(Stored items)
====

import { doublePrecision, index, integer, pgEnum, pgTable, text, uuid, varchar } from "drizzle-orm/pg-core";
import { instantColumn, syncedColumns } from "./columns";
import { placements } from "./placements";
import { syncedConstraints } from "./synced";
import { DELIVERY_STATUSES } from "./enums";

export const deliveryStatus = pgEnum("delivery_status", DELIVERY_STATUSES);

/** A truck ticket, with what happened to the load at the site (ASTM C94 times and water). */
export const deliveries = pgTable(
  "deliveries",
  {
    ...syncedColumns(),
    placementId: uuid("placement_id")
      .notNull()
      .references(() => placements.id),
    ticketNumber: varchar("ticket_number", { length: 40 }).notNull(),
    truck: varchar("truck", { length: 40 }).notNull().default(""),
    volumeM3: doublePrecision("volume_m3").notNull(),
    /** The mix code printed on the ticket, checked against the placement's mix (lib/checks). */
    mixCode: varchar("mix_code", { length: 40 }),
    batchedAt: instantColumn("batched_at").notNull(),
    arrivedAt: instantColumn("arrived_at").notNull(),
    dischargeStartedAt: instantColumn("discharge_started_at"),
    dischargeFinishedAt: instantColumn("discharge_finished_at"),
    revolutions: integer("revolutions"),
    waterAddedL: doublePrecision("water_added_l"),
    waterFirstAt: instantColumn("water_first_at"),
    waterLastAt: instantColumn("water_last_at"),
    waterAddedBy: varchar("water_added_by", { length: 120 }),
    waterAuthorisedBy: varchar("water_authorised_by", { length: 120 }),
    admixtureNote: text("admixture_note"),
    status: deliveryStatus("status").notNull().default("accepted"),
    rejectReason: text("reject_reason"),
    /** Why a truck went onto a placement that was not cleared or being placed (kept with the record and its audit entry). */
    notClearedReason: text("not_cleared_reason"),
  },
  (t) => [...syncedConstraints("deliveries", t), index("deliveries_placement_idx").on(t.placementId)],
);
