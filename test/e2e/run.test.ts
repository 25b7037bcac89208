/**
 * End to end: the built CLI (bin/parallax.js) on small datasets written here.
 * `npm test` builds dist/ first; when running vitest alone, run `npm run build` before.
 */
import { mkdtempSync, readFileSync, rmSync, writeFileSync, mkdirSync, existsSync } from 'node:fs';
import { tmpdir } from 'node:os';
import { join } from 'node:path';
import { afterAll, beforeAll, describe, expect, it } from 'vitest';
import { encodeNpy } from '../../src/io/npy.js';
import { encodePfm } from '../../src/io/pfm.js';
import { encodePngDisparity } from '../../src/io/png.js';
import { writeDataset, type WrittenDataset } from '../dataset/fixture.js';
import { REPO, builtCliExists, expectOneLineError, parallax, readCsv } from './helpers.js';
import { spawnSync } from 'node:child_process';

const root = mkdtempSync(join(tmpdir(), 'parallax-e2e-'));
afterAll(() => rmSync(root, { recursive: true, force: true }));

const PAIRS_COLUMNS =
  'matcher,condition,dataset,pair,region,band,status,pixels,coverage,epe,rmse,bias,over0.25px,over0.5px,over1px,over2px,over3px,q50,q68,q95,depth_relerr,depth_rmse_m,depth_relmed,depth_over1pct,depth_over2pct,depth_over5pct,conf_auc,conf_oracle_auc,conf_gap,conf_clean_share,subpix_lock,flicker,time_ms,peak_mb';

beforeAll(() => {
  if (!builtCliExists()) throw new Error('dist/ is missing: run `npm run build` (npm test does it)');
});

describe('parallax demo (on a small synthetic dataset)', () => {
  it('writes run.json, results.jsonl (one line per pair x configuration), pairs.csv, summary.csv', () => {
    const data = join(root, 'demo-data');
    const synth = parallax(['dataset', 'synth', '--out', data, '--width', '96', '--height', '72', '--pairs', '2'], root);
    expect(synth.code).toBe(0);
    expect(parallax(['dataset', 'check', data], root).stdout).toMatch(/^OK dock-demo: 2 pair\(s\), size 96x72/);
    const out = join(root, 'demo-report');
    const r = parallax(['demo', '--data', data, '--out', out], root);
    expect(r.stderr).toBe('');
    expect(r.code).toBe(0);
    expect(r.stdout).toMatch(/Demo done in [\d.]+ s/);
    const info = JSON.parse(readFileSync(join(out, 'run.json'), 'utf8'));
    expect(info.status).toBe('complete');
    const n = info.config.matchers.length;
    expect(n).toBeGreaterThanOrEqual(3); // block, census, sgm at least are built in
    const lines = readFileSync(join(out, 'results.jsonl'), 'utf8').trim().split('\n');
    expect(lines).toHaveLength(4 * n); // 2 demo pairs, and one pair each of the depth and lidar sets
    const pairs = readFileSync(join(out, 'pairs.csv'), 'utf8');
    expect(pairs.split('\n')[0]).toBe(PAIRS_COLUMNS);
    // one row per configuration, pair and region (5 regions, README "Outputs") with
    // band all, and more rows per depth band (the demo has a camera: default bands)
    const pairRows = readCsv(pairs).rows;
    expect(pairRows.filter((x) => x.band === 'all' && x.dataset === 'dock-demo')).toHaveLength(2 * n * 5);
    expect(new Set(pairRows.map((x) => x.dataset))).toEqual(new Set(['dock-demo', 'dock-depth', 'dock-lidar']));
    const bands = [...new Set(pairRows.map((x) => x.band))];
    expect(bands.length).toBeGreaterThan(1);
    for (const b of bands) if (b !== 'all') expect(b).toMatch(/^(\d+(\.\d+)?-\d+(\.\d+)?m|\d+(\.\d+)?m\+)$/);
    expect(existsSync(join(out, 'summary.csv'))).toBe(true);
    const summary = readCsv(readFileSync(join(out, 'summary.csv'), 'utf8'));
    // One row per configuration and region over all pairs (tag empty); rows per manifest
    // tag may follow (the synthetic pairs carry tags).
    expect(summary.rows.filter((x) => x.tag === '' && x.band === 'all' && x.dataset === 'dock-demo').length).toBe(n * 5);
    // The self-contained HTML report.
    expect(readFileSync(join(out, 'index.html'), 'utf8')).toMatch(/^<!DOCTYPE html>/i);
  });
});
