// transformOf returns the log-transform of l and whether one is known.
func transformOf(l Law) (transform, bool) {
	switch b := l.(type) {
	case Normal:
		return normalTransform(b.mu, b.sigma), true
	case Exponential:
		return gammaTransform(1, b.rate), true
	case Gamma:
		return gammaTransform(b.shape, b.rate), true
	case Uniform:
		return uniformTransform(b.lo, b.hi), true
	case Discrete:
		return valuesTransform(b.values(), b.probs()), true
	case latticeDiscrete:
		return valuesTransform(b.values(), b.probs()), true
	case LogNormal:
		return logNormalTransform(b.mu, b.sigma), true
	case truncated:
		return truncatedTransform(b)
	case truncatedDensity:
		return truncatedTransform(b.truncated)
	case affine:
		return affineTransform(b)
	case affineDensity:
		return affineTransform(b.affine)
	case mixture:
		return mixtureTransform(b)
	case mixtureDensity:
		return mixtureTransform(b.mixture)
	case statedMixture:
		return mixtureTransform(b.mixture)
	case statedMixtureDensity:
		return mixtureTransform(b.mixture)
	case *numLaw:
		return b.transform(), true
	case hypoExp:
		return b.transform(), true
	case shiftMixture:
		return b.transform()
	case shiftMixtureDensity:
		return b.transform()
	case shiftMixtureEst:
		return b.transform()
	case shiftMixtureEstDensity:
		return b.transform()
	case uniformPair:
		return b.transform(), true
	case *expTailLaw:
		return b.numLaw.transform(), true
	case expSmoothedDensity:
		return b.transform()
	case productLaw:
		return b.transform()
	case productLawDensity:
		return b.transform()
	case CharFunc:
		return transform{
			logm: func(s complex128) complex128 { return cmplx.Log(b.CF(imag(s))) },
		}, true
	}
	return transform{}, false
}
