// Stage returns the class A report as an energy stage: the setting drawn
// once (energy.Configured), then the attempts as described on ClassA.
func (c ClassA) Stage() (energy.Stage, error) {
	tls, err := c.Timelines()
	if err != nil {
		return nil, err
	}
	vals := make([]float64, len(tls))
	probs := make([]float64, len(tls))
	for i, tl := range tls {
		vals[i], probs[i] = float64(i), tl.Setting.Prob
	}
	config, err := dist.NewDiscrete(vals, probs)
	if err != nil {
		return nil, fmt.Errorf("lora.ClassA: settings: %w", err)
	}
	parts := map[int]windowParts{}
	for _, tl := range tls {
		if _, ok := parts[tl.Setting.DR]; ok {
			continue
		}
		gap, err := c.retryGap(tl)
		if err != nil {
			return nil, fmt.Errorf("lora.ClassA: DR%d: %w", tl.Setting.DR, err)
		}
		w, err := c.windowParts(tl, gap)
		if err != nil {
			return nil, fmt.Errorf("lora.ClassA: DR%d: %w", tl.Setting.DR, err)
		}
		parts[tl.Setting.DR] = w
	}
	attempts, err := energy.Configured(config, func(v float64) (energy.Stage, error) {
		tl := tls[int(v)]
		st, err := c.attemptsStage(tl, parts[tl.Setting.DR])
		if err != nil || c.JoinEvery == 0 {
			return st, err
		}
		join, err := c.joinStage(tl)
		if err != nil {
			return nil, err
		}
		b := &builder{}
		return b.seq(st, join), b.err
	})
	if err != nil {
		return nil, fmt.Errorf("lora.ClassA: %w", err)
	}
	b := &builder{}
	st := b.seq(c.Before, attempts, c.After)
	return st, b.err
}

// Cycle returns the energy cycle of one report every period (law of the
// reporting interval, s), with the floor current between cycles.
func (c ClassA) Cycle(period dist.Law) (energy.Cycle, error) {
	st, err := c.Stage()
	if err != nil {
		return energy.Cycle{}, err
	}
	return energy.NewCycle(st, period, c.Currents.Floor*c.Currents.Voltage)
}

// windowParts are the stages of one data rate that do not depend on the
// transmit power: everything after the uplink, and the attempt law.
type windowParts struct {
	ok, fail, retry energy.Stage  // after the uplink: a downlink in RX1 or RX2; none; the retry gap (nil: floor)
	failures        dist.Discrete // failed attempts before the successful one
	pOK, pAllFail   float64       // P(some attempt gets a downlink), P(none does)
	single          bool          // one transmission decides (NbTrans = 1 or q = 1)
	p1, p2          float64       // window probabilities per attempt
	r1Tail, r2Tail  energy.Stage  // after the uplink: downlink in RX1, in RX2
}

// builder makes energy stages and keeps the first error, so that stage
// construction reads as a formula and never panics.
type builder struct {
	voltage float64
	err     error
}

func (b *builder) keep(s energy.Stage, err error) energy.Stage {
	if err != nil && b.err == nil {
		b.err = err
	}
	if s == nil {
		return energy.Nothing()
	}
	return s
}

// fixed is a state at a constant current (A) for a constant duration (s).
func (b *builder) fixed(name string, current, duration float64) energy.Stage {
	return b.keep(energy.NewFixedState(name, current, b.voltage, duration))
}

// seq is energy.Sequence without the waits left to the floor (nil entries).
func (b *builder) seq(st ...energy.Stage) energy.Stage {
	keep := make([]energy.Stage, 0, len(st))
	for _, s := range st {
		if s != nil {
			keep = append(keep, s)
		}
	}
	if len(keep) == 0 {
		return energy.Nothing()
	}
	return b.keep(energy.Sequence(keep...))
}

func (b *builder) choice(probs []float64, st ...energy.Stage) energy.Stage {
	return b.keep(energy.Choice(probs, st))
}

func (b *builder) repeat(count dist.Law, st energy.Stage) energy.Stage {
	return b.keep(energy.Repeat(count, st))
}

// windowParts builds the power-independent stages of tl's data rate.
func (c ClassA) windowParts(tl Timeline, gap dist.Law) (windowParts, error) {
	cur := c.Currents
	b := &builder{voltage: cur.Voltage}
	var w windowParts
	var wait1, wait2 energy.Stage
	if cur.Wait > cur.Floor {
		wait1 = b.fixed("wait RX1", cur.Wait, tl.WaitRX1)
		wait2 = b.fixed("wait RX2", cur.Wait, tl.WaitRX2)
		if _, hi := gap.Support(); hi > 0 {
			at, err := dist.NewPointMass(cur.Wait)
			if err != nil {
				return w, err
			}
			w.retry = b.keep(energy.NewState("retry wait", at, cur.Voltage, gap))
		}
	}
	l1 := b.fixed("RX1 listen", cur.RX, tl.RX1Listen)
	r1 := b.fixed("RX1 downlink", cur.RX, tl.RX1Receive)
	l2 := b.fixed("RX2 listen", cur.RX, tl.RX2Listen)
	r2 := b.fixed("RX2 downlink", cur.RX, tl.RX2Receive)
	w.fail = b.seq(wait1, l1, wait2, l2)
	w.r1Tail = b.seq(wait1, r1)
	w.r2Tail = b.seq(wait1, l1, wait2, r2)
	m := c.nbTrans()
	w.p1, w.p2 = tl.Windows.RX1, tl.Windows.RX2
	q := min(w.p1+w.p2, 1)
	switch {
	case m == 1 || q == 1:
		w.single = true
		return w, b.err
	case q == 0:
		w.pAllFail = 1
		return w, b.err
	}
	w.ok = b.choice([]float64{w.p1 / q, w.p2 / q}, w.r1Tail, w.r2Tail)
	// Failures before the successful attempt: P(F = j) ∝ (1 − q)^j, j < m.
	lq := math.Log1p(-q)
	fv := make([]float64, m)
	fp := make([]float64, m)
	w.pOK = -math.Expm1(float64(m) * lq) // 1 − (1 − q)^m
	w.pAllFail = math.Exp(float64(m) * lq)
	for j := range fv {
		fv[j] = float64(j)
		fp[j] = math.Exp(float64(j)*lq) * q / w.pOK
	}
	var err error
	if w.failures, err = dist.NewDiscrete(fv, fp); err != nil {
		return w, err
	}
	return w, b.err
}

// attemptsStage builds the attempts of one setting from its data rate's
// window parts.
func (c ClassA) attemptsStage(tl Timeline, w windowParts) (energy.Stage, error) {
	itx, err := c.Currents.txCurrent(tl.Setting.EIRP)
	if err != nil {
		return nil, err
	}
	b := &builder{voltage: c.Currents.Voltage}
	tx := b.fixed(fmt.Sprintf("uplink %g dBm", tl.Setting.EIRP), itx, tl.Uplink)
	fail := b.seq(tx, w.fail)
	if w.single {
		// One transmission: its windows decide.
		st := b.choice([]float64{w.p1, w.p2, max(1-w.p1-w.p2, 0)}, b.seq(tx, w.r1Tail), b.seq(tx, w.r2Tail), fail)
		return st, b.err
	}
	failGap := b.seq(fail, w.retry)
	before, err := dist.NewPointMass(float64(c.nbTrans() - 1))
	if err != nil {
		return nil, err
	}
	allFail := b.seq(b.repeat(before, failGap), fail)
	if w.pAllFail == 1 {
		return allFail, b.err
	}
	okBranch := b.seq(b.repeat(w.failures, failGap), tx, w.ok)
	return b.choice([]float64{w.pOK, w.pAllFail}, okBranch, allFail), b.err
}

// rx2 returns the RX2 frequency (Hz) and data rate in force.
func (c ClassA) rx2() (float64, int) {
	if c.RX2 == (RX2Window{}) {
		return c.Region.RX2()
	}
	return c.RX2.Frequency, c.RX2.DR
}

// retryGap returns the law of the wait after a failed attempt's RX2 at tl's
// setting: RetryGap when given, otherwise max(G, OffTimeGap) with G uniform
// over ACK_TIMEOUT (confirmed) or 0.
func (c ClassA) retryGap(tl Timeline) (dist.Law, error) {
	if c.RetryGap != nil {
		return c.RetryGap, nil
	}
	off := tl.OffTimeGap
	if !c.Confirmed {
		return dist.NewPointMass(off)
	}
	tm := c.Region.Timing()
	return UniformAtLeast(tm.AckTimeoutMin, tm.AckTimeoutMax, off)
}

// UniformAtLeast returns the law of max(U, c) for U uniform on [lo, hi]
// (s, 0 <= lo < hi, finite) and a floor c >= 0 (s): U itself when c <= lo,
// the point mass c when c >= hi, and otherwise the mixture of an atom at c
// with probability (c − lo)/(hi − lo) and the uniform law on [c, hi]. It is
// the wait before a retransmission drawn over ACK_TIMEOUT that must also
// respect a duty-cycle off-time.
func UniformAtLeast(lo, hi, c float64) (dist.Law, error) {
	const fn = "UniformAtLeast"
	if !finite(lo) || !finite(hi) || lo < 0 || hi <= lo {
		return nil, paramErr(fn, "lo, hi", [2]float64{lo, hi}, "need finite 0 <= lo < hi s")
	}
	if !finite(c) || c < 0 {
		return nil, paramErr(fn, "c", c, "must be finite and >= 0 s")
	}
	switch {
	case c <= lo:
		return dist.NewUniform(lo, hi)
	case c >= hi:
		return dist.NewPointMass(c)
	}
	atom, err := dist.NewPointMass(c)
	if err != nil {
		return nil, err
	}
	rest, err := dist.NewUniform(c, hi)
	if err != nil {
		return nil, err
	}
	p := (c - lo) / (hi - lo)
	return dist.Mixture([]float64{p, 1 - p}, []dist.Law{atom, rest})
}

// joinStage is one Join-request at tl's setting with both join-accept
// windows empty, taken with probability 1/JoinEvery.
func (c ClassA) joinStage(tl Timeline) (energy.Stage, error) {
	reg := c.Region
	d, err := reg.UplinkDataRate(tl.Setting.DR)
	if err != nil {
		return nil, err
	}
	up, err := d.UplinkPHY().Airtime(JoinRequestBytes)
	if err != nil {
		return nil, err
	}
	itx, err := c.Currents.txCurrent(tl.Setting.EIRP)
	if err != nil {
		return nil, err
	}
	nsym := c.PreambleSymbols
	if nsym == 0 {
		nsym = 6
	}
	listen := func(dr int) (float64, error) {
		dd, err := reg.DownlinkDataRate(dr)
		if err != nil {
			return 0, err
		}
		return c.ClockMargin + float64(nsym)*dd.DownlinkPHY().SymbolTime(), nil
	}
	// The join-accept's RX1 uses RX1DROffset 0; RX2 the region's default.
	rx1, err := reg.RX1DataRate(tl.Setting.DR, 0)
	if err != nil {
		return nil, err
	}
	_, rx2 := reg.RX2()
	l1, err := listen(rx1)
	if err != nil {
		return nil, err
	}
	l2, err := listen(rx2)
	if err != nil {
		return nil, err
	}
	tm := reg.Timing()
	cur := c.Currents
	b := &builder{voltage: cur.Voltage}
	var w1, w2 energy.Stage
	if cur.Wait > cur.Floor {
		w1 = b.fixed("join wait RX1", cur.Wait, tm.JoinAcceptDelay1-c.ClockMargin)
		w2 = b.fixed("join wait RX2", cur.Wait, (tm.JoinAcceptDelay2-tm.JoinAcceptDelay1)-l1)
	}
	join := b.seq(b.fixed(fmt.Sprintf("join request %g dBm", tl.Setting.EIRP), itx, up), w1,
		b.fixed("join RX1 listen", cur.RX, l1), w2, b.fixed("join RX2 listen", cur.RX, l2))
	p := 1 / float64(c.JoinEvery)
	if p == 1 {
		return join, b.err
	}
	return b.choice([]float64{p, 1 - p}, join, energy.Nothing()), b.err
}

====

> **WHAT YOU SHOULD DO**: Only a number is wanted here: how many lines of the records above contain "range".

> **TASK SOLUTION**: 4